Print, exactly as written, every line from the first line of the records below through the line containing "exact path lengths", and nothing further.

Saved data entries:
┄┄┄┄┄┄┄┄┄┄┄┄┄┄┄┄┄┄┄┄

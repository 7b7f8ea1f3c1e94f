"""Sharpness anywhere on any film, for any hole, against waves summed point by point.

The point image that `film_otf` stands for is compared with a Rayleigh-Sommerfeld integral with
exact path lengths (reference/rayleigh_sommerfeld.py: Born & Wolf, Principles of Optics, 8.11.2;
Goodman, Introduction to Fourier Optics, 3.5; from memory), computed independently: no Fourier
transform, no expansion, no code of pinsim. Closed forms have their source beside them.
"""

import json
from pathlib import Path

import numpy as np
import pytest
from reference import rayleigh_sommerfeld as rs

import pinsim
from pinsim.optics import Traced, film_otf, round_otf

INFINITY = np.inf
OF_THE_PEAK = (
    5e-3  # paths to second order: 2.1e-3 is what they cost at 45 degrees, 1e-5 on the axis
)
OF_THE_MOMENT = 0.01
PERIOD_MM = 12.0  # the tails that neighbours add to the window's second moments: 0.15 %

# The window of the comparison: it holds 94 to 98 % of the light. Second moments of a hard-edged
# hole's image grow with the window (its tails fall with r^-3), so both are taken over this one.
WINDOW_MM = np.linspace(-0.8, 0.8, 33)

FILMS = {
    "flat film": rs.Film(focal_length_mm=60.0),
    "arc about the hole": rs.Film(focal_length_mm=60.0, bend_radius_mm=60.0),
    "round tin": rs.Film(focal_length_mm=60.0, bend_radius_mm=30.0),
    "shallow bend, top and bottom": rs.Film(
        focal_length_mm=60.0, bend_radius_mm=100.0, bend_axis="horizontal"
    ),
}
PLACES = [
    (0.0, "u"),
    (30.0, "u"),
    (30.0, "v"),
    (30.0, "uv"),
    (45.0, "u"),
    (45.0, "v"),
    (45.0, "uv"),
]


def camera_with(hole: pinsim.Hole, film: rs.Film) -> pinsim.Camera:
    """Return a camera whose frame is large enough for every place of the tests."""
    return pinsim.Camera(
        focal_length_mm=film.focal_length_mm,
        hole=hole,
        film=pinsim.Film(
            width_mm=1.7 * film.focal_length_mm,
            height_mm=2.1 * film.focal_length_mm,
            bend_radius_mm=film.bend_radius_mm,
            bend_axis=film.bend_axis,
        ),
    )


def drawn_by_pinsim(
    camera, film, place, *, window=WINDOW_MM, wavelength_nm=550.0, distance_mm=INFINITY, period=None
):
    """Return the point image of film_otf at a film point, on the window, 1/mm^2."""
    period = period or PERIOD_MM
    ray_mm = np.linalg.norm(film.points(*np.array(place)))
    # Nothing is drawn above (greatest extent)/(wavelength * ray): on tilted film still less.
    highest = camera.hole.greatest_mm / (wavelength_nm * rs.NM * ray_mm)
    count = int(np.ceil(1.01 * highest * period))
    frequency = np.arange(-count, count + 1) / period
    otf = film_otf(
        frequency[None, :],
        frequency[:, None],
        camera=camera,
        film_point_mm=place,
        distance_mm=distance_mm,
        wavelength_nm=wavelength_nm,
    )
    assert otf.shape == (frequency.size, frequency.size)
    return rs.image_of_otf(otf, period_mm=period, du_mm=window, dv_mm=window)


def compare(
    opening, hole, film, place, *, window=WINDOW_MM, wavelength_nm=550.0, distance_mm=INFINITY
):
    """Hold pinsim's point image against the summed waves: peak, second moments, middle."""
    summed = rs.point_image(
        opening,
        film,
        film_point_mm=place,
        du_mm=window,
        dv_mm=window,
        wavelength_nm=wavelength_nm,
        distance_mm=distance_mm,
    )
    drawn = drawn_by_pinsim(
        camera_with(hole, film),
        film,
        place,
        window=window,
        wavelength_nm=wavelength_nm,
        distance_mm=distance_mm,
    )
    assert np.abs(drawn - summed).max() <= OF_THE_PEAK * summed.max()
    along = film.tangential(*place)
    expected = rs.moments(summed, window, window, along)
    seen = rs.moments(drawn, window, window, along)
    np.testing.assert_allclose(seen[:2], expected[:2], rtol=OF_THE_MOMENT)
    assert abs(seen[2] - expected[2]) <= OF_THE_MOMENT * expected[:2].min()
    return summed


# The yardstick itself first. See reference/ORIGIN.md: a Rayleigh-Sommerfeld integral made by another
# program, with node counts doubled until nothing moved.
PRINTED = json.loads(
    (Path(__file__).parent / "reference" / "psf_reference.json").read_text(encoding="utf-8")
)["configurations"]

┄┄┄┄┄┄┄┄┄┄┄┄┄┄┄┄┄┄┄┄

Task result:
repository 7b7f8ea1f3c1e94f
"""Sharpness anywhere on any film, for any hole, against waves summed point by point.

The point image that `film_otf` stands for is compared with a Rayleigh-Sommerfeld integral with
exact path lengths (reference/rayleigh_sommerfeld.py: Born & Wolf, Principles of Optics, 8.11.2;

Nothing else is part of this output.